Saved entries
-- Opening Marker --

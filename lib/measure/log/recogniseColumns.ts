import { guessColumn, unitOfWord } from './columnWords';
import type { ColumnGuess } from './columnWords';
import { findTable } from './findTable';
import type { LogTable } from './findTable';
import { logFailure } from './logTypes';
import type { LogFailure, LogMapping, LogQuantity } from './logTypes';
import { parseLogNumber } from './parseLogNumber';
import { recogniseTime } from './recogniseTime';

/** A column of a log: its name and what it seems to hold. */
export interface RecognisedColumn extends ColumnGuess {
  index: number;
  name: string;
}

/**
 * Something that the log itself does not tell. `field` says where the answer goes in the mapping: "timeFormat",
 * "unit:3" (of column 3) or "column:current" (index of the column that holds it). The mapping holds the likeliest
 * choice until it is answered.
 */
export interface LogQuestion {
  field: string;
  text: string;
  choices: string[];
}

/** A log's columns as recognised, to be shown and corrected. */
export interface RecognisedColumns {
  ok: true;
  mapping: LogMapping;
  header: string[];
  columns: RecognisedColumn[];
  sampleRows: string[][];
  questions: LogQuestion[];
}

const single: LogQuantity[] = ['voltage', 'current', 'power', 'lowestCell', 'highestCell', 'counter'];
const defaultUnits: Partial<Record<LogQuantity, string>> = {
  voltage: 'V',
  current: 'A',
  power: 'W',
  temperature: '°C',
  lowestCell: 'V',
  highestCell: 'V',
  cell: 'V',
  counter: 'Ah',
};

/**
 * Recognises how a log is written from its first lines (64 kB or more are enough): delimiter, decimal mark, header,
 * what each column holds and in which unit, how stamps are written. What cannot be told becomes a question.
 */
export function recogniseColumns(sampleText: string): RecognisedColumns | LogFailure {
  const table = findTable(sampleText);
  if (!table.ok) return table;
  const width = table.rows[0]?.length ?? 0;
  const columns: RecognisedColumn[] = Array.from({ length: width }, (_, index) => {
    const name = table.header[index] ?? '';
    return { index, name: name || `Column ${index + 1}`, ...guessColumn(name, table.unitRow[index] ?? null) };
  });
  const questions: LogQuestion[] = [];
  keepOneOfEach(columns, questions);
  const timeFormat = settleTime(columns, table, questions);
  if (timeFormat === null) {
    return logFailure('noTimeColumn', 'No column of times was found. A log needs a time for each row.', {
      row: Math.max(0, table.headerLine) + 1,
    });
  }
  settleUnits(columns, table, questions);
  if (!columns.some(({ quantity }) => quantity === 'current' || quantity === 'power')) {
    const choices = columns.filter(({ quantity }) => quantity === null).map(({ index }) => String(index));
    if (choices.length === 0) return logFailure('noCurrentColumn', 'No column of currents was found.');
    questions.push({
      field: 'column:current',
      text: 'Which column holds the current of the whole bank?',
      choices,
    });
  }
  const used = columns.filter((column) => column.quantity !== null);
  const mapping: LogMapping = {
    delimiter: table.delimiter,
    decimal: table.decimal,
    headerLine: table.headerLine,
    columns: used.map(({ index, quantity, unit }) => ({
      index,
      quantity: quantity as LogQuantity,
      unit: unit ?? '',
    })),
    timeFormat,
  };
  return {
    ok: true,
    mapping,
    header: columns.map(({ name }) => name),
    columns,
    sampleRows: table.rows.slice(0, 6),
    questions,
  };
}

const fieldsOf = (table: LogTable, index: number) => table.rows.map((row) => row[index] ?? '');
const numbersOf = (table: LogTable, index: number) =>
  fieldsOf(table, index)
    .map((field) => parseLogNumber(field, table.decimal))
    .filter((value) => !Number.isNaN(value));

/** Where several columns could hold one quantity the surest stays; equals are asked about. */
const keepOneOfEach = (columns: RecognisedColumn[], questions: LogQuestion[]) => {
  for (const quantity of single) {
    const found = columns.filter((column) => column.quantity === quantity);
    if (found.length < 2) continue;
    const weight = (column: RecognisedColumn) =>
      column.confidence +
      (/dis|entlad|décharge|descarga|scarica/i.test(column.name) ? 0.3 : 0) +
      (/batt|pack|bank|total|akku/i.test(column.name) ? 0.3 : 0) -
      (/limit|max|min|avg|average|set|solar|pv|load|grid/i.test(column.name) ? 0.3 : 0);
    const ranked = [...found].sort((one, other) => weight(other) - weight(one));
    const [best, second] = ranked;
    if (best && second && weight(best) === weight(second)) {
      const equals = ranked.filter((column) => weight(column) === weight(best));
      questions.push({
        field: `column:${quantity}`,
        text: `Several columns could hold the ${quantityLabels[quantity]}. Which is the bank's?`,
        choices: equals.map(({ index }) => String(index)),
      });
    }
    ranked.slice(1).forEach((column) => (column.quantity = null));
  }
  // Several sensors at the cells are averaged; those of the air or the electronics are not among them.
  const temperatures = columns.filter((column) => column.quantity === 'temperature');
  const elsewhere = temperatures.filter(({ name }) =>
    /mos|fet|ambient|air|board|env|umgebung|inverter|sink/i.test(name),
  );
  if (elsewhere.length < temperatures.length) elsewhere.forEach((column) => (column.quantity = null));
};

/** A count that never falls may be a time under a name we do not know: worth a question. */
const askForTime = <Candidate extends { column: RecognisedColumn }>(
  counts: Candidate[],
  table: LogTable,
  questions: LogQuestion[],
): Candidate[] => {
  const rising = counts.filter(({ column }) => {
    const numbers = numbersOf(table, column.index);
    return numbers.length > 1 && numbers.every((value, row) => row === 0 || value > (numbers[row - 1] ?? 0));
  });
  if (rising.length > 0) {
    const choices = rising.map(({ column }) => String(column.index));
    questions.push({ field: 'column:time', text: 'Which column holds the time?', choices });
  }
  return rising.slice(0, 1);
};

/** Quantities of a log in words. */
export const quantityLabels: Record<LogQuantity, string> = {
  time: 'time',
  voltage: 'voltage',
  current: 'current',
  power: 'power',
  temperature: 'temperature',
  lowestCell: 'lowest cell voltage',
  highestCell: 'highest cell voltage',
  cell: 'voltage of one cell',
  counter: 'charge counter',
};

const settleTime = (
  columns: RecognisedColumn[],
  table: LogTable,
  questions: LogQuestion[],
): string | null => {
  const guess = (column: RecognisedColumn) =>
    recogniseTime(fieldsOf(table, column.index), column.unit, table.decimal);
  const isCount = (format: string) => /^(elapsed(S|Ms|Min|H)|epoch)/.test(format);
  const named = columns.filter((column) => column.quantity === 'time');
  const unnamed = columns.filter(({ quantity }) => quantity === null);
  const readable = (candidates: RecognisedColumn[], allowCounts: boolean) =>
    candidates.flatMap((column) => {
      const found = guess(column);
      return found && (allowCounts || !isCount(found.format)) ? [{ column, found }] : [];
    });
  let candidates = readable(named, true);
  if (candidates.length === 0) candidates = readable(unnamed, false);
  // Without any header the first column is the likeliest, if it never falls.
  if (candidates.length === 0 && table.headerLine < 0) candidates = readable(columns.slice(0, 1), true);
  if (candidates.length === 0) candidates = askForTime(readable(unnamed, true), table, questions);
  columns.forEach((column) => column.quantity === 'time' && (column.quantity = null));
  const isDay = ({ column }: { column: RecognisedColumn }) =>
    fieldsOf(table, column.index).every((field) => !field.includes(':'));
  const dated = candidates.filter(({ found }) => ['ymd', 'dmy', 'mdy'].includes(found.format));
  const clock = candidates.find(({ found }) => found.format === 'clock' || found.format === 'elapsedClock');
  const whole = dated.find((candidate) => !isDay(candidate));
  const day = dated.find(isDay);
  const first =
    whole ?? (day && clock ? day : undefined) ?? candidates.find((candidate) => candidate !== day);
  if (!first) return null;
  first.column.quantity = 'time';
  if (first === day && clock) clock.column.quantity = 'time';
  if (first.found.choices.length > 0) {
    questions.push({
      field: 'timeFormat',
      text:
        first.found.format === 'dmy' || first.found.format === 'mdy'
          ? `Is the day or the month first in "${table.rows[0]?.[first.column.index]?.trim().slice(0, 40) ?? ''}"?`
          : `In which unit does the column "${first.column.name}" count time?`,
      choices: first.found.choices,
    });
  }
  return first.found.format;
};

const median = (values: number[]) =>
  [...values].sort((one, other) => one - other)[Math.floor(values.length / 2)] ?? 0;

/** Above these a value without a unit is not likely to be in the plain unit; the choices are then asked. */
const unitDoubts: Partial<Record<LogQuantity, { above: number; choices: string[] }>> = {
  current: { above: 1000, choices: ['mA', 'A'] },
  voltage: { above: 1000, choices: ['mV', 'V'] },
  lowestCell: { above: 10, choices: ['mV', 'V'] },
  highestCell: { above: 10, choices: ['mV', 'V'] },
  cell: { above: 10, choices: ['mV', 'V'] },
  power: { above: 100_000, choices: ['W', 'kW'] },
  temperature: { above: 45, choices: ['°F', '°C'] },
  counter: { above: 10_000, choices: ['mAh', 'Ah'] },
};

const settleUnits = (columns: RecognisedColumn[], table: LogTable, questions: LogQuestion[]) => {
  for (const column of columns) {
    const { quantity } = column;
    if (quantity === null || quantity === 'time' || column.unit !== null) continue;
    const fromCells = unitBehindNumbers(fieldsOf(table, column.index));
    if (fromCells) {
      column.unit = fromCells;
      continue;
    }
    const doubt = unitDoubts[quantity];
    const isDoubtful = doubt && median(numbersOf(table, column.index).map(Math.abs)) > doubt.above;
    column.unit = (isDoubtful ? doubt.choices[0] : defaultUnits[quantity]) ?? null;
    if (isDoubtful) {
      questions.push({
        field: `unit:${column.index}`,
        text: `In which unit is the ${quantityLabels[quantity]} in "${column.name}"?`,
        choices: doubt.choices,
      });
    }
  }
};

const unitBehindNumbers = (fields: string[]): string | null => {
  const words = fields.map((field) => /\d\s*([°µa-zA-Z]{1,4})\s*$/.exec(field)?.[1]).filter(Boolean);
  return words.length >= fields.length * 0.5 && words[0] ? unitOfWord(words[0]) : null;
};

-- Closing Marker --

→ Goal of the exercise
Copy each line of the records containing the string "equals".

→ Solution to this task
/** Where several columns could hold one quantity the surest stays; equals are asked about. */
      const equals = ranked.filter((column) => weight(column) === weight(best));
        choices: equals.map(({ index }) => String(index)),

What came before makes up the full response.